Instructions for the task: Take the lines below between the one holding "specks of many" and the one holding "measure against it.", inclusive, and copy them exactly. Add nothing.

Information provided:
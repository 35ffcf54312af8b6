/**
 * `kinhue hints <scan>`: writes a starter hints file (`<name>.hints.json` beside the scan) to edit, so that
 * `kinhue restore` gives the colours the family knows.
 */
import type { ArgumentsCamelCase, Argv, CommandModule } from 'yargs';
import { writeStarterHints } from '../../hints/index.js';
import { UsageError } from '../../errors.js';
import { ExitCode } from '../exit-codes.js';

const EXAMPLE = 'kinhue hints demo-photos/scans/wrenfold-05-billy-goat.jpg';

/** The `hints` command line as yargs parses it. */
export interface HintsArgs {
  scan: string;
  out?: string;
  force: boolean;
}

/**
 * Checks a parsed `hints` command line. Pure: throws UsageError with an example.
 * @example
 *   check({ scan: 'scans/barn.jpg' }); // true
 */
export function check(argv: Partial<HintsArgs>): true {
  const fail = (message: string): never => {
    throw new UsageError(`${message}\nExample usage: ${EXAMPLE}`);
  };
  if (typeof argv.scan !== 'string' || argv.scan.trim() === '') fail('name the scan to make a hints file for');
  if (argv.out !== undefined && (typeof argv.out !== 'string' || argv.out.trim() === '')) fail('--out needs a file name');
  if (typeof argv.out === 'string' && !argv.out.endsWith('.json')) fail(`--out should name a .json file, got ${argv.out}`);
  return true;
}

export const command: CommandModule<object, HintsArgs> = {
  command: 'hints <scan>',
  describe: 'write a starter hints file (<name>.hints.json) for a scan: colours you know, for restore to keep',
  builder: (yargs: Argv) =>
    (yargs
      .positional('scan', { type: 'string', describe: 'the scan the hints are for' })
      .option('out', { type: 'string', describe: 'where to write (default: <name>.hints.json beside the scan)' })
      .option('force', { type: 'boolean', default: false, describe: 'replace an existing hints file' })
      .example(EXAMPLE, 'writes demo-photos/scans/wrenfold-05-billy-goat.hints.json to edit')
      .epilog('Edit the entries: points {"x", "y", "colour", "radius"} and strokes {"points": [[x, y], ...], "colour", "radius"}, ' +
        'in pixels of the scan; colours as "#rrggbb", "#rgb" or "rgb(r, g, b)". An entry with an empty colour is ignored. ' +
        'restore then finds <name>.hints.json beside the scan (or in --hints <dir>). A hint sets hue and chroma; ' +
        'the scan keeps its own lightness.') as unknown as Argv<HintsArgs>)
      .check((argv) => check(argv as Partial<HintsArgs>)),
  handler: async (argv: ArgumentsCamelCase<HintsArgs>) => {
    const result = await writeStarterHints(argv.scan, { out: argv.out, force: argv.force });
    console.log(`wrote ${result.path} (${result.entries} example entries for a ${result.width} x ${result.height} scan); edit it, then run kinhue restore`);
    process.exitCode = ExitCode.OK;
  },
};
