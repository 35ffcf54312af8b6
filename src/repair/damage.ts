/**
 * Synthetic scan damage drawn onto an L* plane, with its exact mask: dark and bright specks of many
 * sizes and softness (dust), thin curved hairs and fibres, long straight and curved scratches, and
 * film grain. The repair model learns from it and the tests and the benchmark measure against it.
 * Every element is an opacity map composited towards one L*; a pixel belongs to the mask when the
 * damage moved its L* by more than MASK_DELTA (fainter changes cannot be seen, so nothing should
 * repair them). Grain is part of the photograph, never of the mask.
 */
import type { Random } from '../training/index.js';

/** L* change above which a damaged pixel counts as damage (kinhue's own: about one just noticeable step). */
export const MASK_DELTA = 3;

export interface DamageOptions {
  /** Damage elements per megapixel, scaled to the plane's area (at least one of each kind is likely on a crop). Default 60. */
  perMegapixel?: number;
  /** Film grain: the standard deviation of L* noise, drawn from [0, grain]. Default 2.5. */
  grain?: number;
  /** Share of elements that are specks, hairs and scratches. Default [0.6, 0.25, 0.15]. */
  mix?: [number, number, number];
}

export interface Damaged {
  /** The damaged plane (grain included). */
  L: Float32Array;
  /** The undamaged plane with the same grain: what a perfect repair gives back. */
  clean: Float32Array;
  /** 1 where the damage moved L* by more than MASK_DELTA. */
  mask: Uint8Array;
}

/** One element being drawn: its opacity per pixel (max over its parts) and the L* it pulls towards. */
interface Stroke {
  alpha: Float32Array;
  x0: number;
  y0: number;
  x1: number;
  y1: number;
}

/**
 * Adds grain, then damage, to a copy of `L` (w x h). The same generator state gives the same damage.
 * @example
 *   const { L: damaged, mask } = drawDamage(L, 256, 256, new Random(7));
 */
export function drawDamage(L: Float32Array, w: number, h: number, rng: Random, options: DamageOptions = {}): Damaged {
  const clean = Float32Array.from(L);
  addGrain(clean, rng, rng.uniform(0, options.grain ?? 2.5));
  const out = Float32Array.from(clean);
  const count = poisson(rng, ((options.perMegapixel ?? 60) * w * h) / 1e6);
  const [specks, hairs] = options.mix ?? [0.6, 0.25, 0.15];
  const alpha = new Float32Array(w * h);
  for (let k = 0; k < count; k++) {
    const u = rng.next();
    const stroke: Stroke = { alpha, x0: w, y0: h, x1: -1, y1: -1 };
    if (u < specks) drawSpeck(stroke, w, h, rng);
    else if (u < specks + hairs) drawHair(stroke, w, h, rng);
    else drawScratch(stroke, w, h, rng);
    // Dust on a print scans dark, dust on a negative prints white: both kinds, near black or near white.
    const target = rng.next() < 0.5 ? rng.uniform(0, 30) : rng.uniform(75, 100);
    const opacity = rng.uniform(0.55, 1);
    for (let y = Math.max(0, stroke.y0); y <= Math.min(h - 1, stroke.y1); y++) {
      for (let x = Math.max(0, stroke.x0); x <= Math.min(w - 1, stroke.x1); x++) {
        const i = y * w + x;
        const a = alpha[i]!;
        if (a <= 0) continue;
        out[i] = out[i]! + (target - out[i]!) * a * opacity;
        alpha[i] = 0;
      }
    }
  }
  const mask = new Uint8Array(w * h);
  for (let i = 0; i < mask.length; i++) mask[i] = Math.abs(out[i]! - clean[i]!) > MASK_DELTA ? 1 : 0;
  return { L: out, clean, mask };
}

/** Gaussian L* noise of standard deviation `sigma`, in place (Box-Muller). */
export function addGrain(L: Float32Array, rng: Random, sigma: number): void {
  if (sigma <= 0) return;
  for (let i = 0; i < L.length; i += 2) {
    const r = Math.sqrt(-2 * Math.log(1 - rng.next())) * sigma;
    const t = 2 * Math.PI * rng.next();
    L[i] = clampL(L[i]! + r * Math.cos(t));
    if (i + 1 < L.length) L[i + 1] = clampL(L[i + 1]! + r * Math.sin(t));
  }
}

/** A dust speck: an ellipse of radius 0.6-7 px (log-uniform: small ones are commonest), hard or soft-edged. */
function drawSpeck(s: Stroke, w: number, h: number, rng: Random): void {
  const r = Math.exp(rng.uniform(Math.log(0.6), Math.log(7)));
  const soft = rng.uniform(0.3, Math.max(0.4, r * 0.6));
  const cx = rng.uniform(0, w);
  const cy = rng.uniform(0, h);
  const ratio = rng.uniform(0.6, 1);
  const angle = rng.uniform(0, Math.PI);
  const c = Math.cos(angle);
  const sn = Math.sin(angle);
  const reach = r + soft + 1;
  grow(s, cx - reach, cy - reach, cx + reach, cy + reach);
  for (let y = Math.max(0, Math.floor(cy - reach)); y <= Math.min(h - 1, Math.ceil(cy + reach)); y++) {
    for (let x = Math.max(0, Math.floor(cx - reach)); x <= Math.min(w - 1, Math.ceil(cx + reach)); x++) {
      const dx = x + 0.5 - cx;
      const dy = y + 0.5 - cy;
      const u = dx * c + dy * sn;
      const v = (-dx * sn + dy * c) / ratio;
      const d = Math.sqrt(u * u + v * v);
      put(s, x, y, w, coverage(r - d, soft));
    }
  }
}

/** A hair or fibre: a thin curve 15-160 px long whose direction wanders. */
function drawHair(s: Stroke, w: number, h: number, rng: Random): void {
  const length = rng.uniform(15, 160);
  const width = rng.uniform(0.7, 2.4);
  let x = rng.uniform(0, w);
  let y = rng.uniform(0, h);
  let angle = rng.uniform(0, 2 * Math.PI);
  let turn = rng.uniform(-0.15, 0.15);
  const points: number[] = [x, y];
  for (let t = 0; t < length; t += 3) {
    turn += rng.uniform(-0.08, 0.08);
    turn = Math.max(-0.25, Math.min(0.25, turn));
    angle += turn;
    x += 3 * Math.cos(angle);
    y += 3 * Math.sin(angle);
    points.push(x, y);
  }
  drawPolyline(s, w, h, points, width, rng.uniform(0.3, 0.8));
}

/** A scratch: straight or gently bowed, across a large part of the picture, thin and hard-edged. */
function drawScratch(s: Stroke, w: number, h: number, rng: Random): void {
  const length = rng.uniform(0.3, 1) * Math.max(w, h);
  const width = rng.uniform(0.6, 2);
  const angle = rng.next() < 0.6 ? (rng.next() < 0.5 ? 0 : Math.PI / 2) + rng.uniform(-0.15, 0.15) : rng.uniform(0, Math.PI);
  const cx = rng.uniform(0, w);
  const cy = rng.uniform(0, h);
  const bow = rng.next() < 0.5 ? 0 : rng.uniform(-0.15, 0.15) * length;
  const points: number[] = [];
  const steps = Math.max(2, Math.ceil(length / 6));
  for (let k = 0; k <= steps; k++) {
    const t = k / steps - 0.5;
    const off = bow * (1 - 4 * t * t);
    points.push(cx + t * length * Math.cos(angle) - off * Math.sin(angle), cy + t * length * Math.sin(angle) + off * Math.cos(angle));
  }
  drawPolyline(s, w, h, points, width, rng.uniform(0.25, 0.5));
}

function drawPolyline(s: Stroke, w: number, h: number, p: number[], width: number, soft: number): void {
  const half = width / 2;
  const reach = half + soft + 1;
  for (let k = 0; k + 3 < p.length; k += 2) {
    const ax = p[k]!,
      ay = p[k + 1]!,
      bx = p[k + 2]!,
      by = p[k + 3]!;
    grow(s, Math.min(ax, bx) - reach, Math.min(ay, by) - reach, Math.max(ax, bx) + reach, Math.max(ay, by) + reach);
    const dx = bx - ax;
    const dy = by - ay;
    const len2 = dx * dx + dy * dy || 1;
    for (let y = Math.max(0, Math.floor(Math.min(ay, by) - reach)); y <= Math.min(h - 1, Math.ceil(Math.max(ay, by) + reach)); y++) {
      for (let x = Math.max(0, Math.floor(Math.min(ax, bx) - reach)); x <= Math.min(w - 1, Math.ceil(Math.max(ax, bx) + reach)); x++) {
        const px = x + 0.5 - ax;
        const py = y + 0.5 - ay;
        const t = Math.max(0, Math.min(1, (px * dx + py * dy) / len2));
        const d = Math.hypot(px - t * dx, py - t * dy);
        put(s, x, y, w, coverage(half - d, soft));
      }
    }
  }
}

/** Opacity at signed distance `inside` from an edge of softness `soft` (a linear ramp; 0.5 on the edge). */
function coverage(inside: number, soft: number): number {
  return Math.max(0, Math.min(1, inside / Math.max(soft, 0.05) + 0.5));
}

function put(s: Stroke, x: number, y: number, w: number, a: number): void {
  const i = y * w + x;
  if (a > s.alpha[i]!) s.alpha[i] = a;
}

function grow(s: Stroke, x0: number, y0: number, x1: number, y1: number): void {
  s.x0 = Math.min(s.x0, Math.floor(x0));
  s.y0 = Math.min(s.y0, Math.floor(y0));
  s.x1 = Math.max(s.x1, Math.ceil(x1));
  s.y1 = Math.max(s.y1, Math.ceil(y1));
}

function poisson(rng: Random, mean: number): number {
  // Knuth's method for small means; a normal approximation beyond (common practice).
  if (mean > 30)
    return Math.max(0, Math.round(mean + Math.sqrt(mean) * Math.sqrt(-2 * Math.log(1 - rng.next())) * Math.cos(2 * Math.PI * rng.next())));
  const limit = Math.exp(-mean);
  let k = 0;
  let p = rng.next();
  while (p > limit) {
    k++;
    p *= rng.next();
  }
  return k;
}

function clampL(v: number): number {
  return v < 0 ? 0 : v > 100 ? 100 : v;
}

Exercise result:
 * Synthetic scan damage drawn onto an L* plane, with its exact mask: dark and bright specks of many
 * sizes and softness (dust), thin curved hairs and fibres, long straight and curved scratches, and
 * film grain. The repair model learns from it and the tests and the benchmark measure against it.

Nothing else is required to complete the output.